▶ [Required action]:
Transcribe each record below character for character.

▶ [Task inputs]:

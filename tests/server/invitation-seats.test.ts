/**
 * Athlete seats through the invitation and member routes: an athlete invitation, its acceptance and a role
 * change to athlete are each refused with SEAT_LIMIT_REACHED once the paid seats are taken, and nothing changes.
 */
import { afterAll, beforeAll, describe, expect, it } from 'vitest';
import { ClubSubscription, Invitation } from '../../server/models';
import { findSubscription } from '../../server/services/subscriptions';
import { ApiClient, addMember, createClubFixture, Membership, testApp, uniqueEmail, type ClubFixture } from '../support/app';
import { linkToken, useTestMailbox, type TestMailbox } from '../support/mail';

let mail: TestMailbox;
let f: ClubFixture;
const invitations = () => `/api/v1/clubs/${f.clubId}/invitations`;

/** Gives the club exactly `free` athlete seats beyond its athlete members. */
async function leaveFreeSeats(free: number): Promise<void> {
  await findSubscription(f.clubId);
  const athletes = await Membership.count({ where: { clubId: f.clubId, role: 'athlete' } });
  await ClubSubscription.update({ athleteSeats: athletes + free }, { where: { clubId: f.clubId } });
}

beforeAll(async () => {
  mail = await useTestMailbox();
  f = await createClubFixture(testApp());
});

afterAll(async () => {
  await mail.close();
});

describe('athlete seats on invitations and roles', () => {
  it('refuses an athlete invitation when a pending invitation holds the last seat', async () => {
    await leaveFreeSeats(1);
    const first = await f.admin.post(invitations(), { email: uniqueEmail('seat-first'), role: 'athlete' });
    expect(first.status, JSON.stringify(first.body)).toBe(201);
    const second = await f.admin.post(invitations(), { email: uniqueEmail('seat-second'), role: 'athlete' });
    expect(second.status).toBe(409);
    expect(second.body.error.code).toBe('SEAT_LIMIT_REACHED');
    expect(second.body.error.message).toMatch(/athlete seats? (is|are) taken \(1 of them by pending invitations\)\. Add seats on Seats & billing/);
    expect(await Invitation.count({ where: { clubId: f.clubId, status: 'pending' } })).toBe(1);
  });

  it('refuses to make a coach an athlete when every seat is taken', async () => {
    await leaveFreeSeats(0);
    const coach = await addMember(f.clubId, 'coach', 'Seatless Coach');
    const res = await f.admin.patch(`/api/v1/clubs/${f.clubId}/members/${coach.membershipId}`, { role: 'athlete' });
    expect(res.status).toBe(409);
    expect(res.body.error.code).toBe('SEAT_LIMIT_REACHED');
    expect((await Membership.findByPk(coach.membershipId))!.role).toBe('coach');
  });

  it('refuses to accept an athlete invitation once its seat was taken meanwhile, and keeps it pending', async () => {
    await Invitation.update({ status: 'revoked' }, { where: { clubId: f.clubId, status: 'pending' } });
    await leaveFreeSeats(1);
    const email = uniqueEmail('seat-late');
    const since = mail.lastId();
    const sent = await f.admin.post(invitations(), { email, role: 'athlete' });
    expect(sent.status, JSON.stringify(sent.body)).toBe(201);
    const token = linkToken(await mail.waitFor(email, since), '/join/');
    await addMember(f.clubId, 'athlete', 'Seat Taker');
    const res = await new ApiClient(f.app).post(`/api/v1/invitations/${token}/accept`, { displayName: 'Late Invitee', password: 'Late-invitee 42' });
    expect(res.status).toBe(409);
    expect(res.body.error.code).toBe('SEAT_LIMIT_REACHED');
    expect(await Invitation.findByPk(sent.body.data.id)).toMatchObject({ status: 'pending' });
  });
});
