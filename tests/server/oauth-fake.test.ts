import request from 'supertest';
import { describe, expect, it } from 'vitest';
import { createOAuthFake, fakeSubject } from '../../server/fakes/oauth';

const options = { clientId: 'client-a', clientSecret: 'secret-a', defaultEmail: 'wren@fake.example', defaultName: 'Wren Ashdown' };
const authorize = '/authorize?response_type=code&client_id=client-a&redirect_uri=http%3A%2F%2F127.0.0.1%3A1%2Fcb&state=s1';

async function codeFor(app: ReturnType<typeof createOAuthFake>, hint = 'pat@fake.example'): Promise<string> {
  const res = await request(app).get(`${authorize}&login_hint=${encodeURIComponent(hint)}&name=Pat%20Quarry`);
  expect(res.status).toBe(302);
  const location = new URL(res.headers.location as string);
  expect(location.origin + location.pathname).toBe('http://127.0.0.1:1/cb');
  expect(location.searchParams.get('state')).toBe('s1');
  return location.searchParams.get('code') as string;
}

function exchange(app: ReturnType<typeof createOAuthFake>, code: string, secret = 'secret-a') {
  return request(app)
    .post('/token')
    .type('form')
    .send({ grant_type: 'authorization_code', code, client_id: 'client-a', client_secret: secret, redirect_uri: 'http://127.0.0.1:1/cb' });
}

describe('OAuth fake', () => {
  it('shows a page with the pre-filled invented user when no login hint is given', async () => {
    const res = await request(createOAuthFake(options)).get(authorize);
    expect(res.status).toBe(200);
    expect(res.text).toContain('value="wren@fake.example"');
    expect(res.text).toContain('action="/authorize/approve"');
    expect(res.text).toContain('name="state" value="s1"');
  });

  it('issues a code, a token and the user info when the flow is followed', async () => {
    const app = createOAuthFake(options);
    const code = await codeFor(app);
    const token = await exchange(app, code);
    expect(token.status).toBe(200);
    expect(token.body.token_type).toBe('Bearer');
    const info = await request(app).get(`/userinfo?access_token=${token.body.access_token as string}`);
    expect(info.status).toBe(200);
    expect(info.body).toEqual({
      sub: fakeSubject('pat@fake.example'),
      email: 'pat@fake.example',
      email_verified: true,
      name: 'Pat Quarry',
      given_name: 'Pat',
      family_name: 'Quarry',
    });
    const bearer = await request(app).get('/userinfo').set('Authorization', `Bearer ${token.body.access_token as string}`);
    expect(bearer.body.email).toBe('pat@fake.example');
  });

  it('refuses a code used twice and a wrong client secret', async () => {
    const app = createOAuthFake(options);
    const code = await codeFor(app);
    expect((await exchange(app, code, 'wrong')).status).toBe(401);
    const again = await codeFor(app);
    expect((await exchange(app, again)).status).toBe(200);
    const reused = await exchange(app, again);
    expect(reused.status).toBe(400);
    expect(reused.body.error).toBe('invalid_grant');
  });

  it('refuses an unknown client id and an unknown access token', async () => {
    const app = createOAuthFake(options);
    const res = await request(app).get(authorize.replace('client-a', 'client-b'));
    expect(res.status).toBe(400);
    expect(res.text).toMatch(/GOOGLE_CLIENT_ID/);
    expect((await request(app).get('/userinfo?access_token=nope')).status).toBe(401);
  });

  it('gives the same subject to the same e-mail whatever its case', () => {
    expect(fakeSubject('A@B.example')).toBe(fakeSubject('a@b.example'));
    expect(fakeSubject('a@b.example')).not.toBe(fakeSubject('c@b.example'));
    expect(fakeSubject('a@b.example')).toMatch(/^\d{21}$/);
  });
});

▶ [Completed exercise]:
filename tests/server/invitation-seats.test.ts
/**
 * Athlete seats through the invitation and member routes: an athlete invitation, its acceptance and a role
 * change to athlete are each refused with SEAT_LIMIT_REACHED once the paid seats are taken, and nothing changes.
 */
import { afterAll, beforeAll, describe, expect, it } from 'vitest';
import { ClubSubscription, Invitation } from '../../server/models';
import { findSubscription } from '../../server/services/subscriptions';
import { ApiClient, addMember, createClubFixture, Membership, testApp, uniqueEmail, type ClubFixture } from '../support/app';
import { linkToken, useTestMailbox, type TestMailbox } from '../support/mail';

let mail: TestMailbox;
let f: ClubFixture;
const invitations = () => `/api/v1/clubs/${f.clubId}/invitations`;

/** Gives the club exactly `free` athlete seats beyond its athlete members. */
async function leaveFreeSeats(free: number): Promise<void> {
  await findSubscription(f.clubId);
  const athletes = await Membership.count({ where: { clubId: f.clubId, role: 'athlete' } });
  await ClubSubscription.update({ athleteSeats: athletes + free }, { where: { clubId: f.clubId } });
}

beforeAll(async () => {
  mail = await useTestMailbox();
  f = await createClubFixture(testApp());
});

afterAll(async () => {
  await mail.close();
});

describe('athlete seats on invitations and roles', () => {
  it('refuses an athlete invitation when a pending invitation holds the last seat', async () => {
    await leaveFreeSeats(1);
    const first = await f.admin.post(invitations(), { email: uniqueEmail('seat-first'), role: 'athlete' });
    expect(first.status, JSON.stringify(first.body)).toBe(201);
    const second = await f.admin.post(invitations(), { email: uniqueEmail('seat-second'), role: 'athlete' });
    expect(second.status).toBe(409);
    expect(second.body.error.code).toBe('SEAT_LIMIT_REACHED');
    expect(second.body.error.message).toMatch(/athlete seats? (is|are) taken \(1 of them by pending invitations\)\. Add seats on Seats & billing/);
    expect(await Invitation.count({ where: { clubId: f.clubId, status: 'pending' } })).toBe(1);
  });

  it('refuses to make a coach an athlete when every seat is taken', async () => {
    await leaveFreeSeats(0);
    const coach = await addMember(f.clubId, 'coach', 'Seatless Coach');
    const res = await f.admin.patch(`/api/v1/clubs/${f.clubId}/members/${coach.membershipId}`, { role: 'athlete' });
    expect(res.status).toBe(409);
    expect(res.body.error.code).toBe('SEAT_LIMIT_REACHED');
    expect((await Membership.findByPk(coach.membershipId))!.role).toBe('coach');
  });

  it('refuses to accept an athlete invitation once its seat was taken meanwhile, and keeps it pending', async () => {
    await Invitation.update({ status: 'revoked' }, { where: { clubId: f.clubId, status: 'pending' } });
    await leaveFreeSeats(1);
    const email = uniqueEmail('seat-late');
    const since = mail.lastId();
    const sent = await f.admin.post(invitations(), { email, role: 'athlete' });
    expect(sent.status, JSON.stringify(sent.body)).toBe(201);
    const token = linkToken(await mail.waitFor(email, since), '/join/');
    await addMember(f.clubId, 'athlete', 'Seat Taker');
    const res = await new ApiClient(f.app).post(`/api/v1/invitations/${token}/accept`, { displayName: 'Late Invitee', password: 'Late-invitee 42' });
    expect(res.status).toBe(409);
    expect(res.body.error.code).toBe('SEAT_LIMIT_REACHED');
    expect(await Invitation.findByPk(sent.body.data.id)).toMatchObject({ status: 'pending' });
  });
});
filename tests/server/oauth-fake.test.ts
import request from 'supertest';
import { describe, expect, it } from 'vitest';
import { createOAuthFake, fakeSubject } from '../../server/fakes/oauth';

const options = { clientId: 'client-a', clientSecret: 'secret-a', defaultEmail: 'wren@fake.example', defaultName: 'Wren Ashdown' };
const authorize = '/authorize?response_type=code&client_id=client-a&redirect_uri=http%3A%2F%2F127.0.0.1%3A1%2Fcb&state=s1';

async function codeFor(app: ReturnType<typeof createOAuthFake>, hint = 'pat@fake.example'): Promise<string> {
  const res = await request(app).get(`${authorize}&login_hint=${encodeURIComponent(hint)}&name=Pat%20Quarry`);
  expect(res.status).toBe(302);
  const location = new URL(res.headers.location as string);
  expect(location.origin + location.pathname).toBe('http://127.0.0.1:1/cb');
  expect(location.searchParams.get('state')).toBe('s1');
  return location.searchParams.get('code') as string;
}

function exchange(app: ReturnType<typeof createOAuthFake>, code: string, secret = 'secret-a') {
  return request(app)
    .post('/token')
    .type('form')
    .send({ grant_type: 'authorization_code', code, client_id: 'client-a', client_secret: secret, redirect_uri: 'http://127.0.0.1:1/cb' });
}

describe('OAuth fake', () => {
  it('shows a page with the pre-filled invented user when no login hint is given', async () => {
    const res = await request(createOAuthFake(options)).get(authorize);
    expect(res.status).toBe(200);
    expect(res.text).toContain('value="wren@fake.example"');
    expect(res.text).toContain('action="/authorize/approve"');
    expect(res.text).toContain('name="state" value="s1"');
  });

  it('issues a code, a token and the user info when the flow is followed', async () => {
    const app = createOAuthFake(options);
    const code = await codeFor(app);
    const token = await exchange(app, code);
    expect(token.status).toBe(200);
    expect(token.body.token_type).toBe('Bearer');
    const info = await request(app).get(`/userinfo?access_token=${token.body.access_token as string}`);
    expect(info.status).toBe(200);
    expect(info.body).toEqual({
      sub: fakeSubject('pat@fake.example'),
      email: 'pat@fake.example',
      email_verified: true,
      name: 'Pat Quarry',
      given_name: 'Pat',
      family_name: 'Quarry',
    });
    const bearer = await request(app).get('/userinfo').set('Authorization', `Bearer ${token.body.access_token as string}`);
    expect(bearer.body.email).toBe('pat@fake.example');
  });

  it('refuses a code used twice and a wrong client secret', async () => {
    const app = createOAuthFake(options);
    const code = await codeFor(app);
    expect((await exchange(app, code, 'wrong')).status).toBe(401);
    const again = await codeFor(app);
    expect((await exchange(app, again)).status).toBe(200);
    const reused = await exchange(app, again);
    expect(reused.status).toBe(400);
    expect(reused.body.error).toBe('invalid_grant');
  });

  it('refuses an unknown client id and an unknown access token', async () => {
    const app = createOAuthFake(options);
    const res = await request(app).get(authorize.replace('client-a', 'client-b'));
    expect(res.status).toBe(400);
    expect(res.text).toMatch(/GOOGLE_CLIENT_ID/);
    expect((await request(app).get('/userinfo?access_token=nope')).status).toBe(401);
  });

  it('gives the same subject to the same e-mail whatever its case', () => {
    expect(fakeSubject('A@B.example')).toBe(fakeSubject('a@b.example'));
    expect(fakeSubject('a@b.example')).not.toBe(fakeSubject('c@b.example'));
    expect(fakeSubject('a@b.example')).toMatch(/^\d{21}$/);
  });
});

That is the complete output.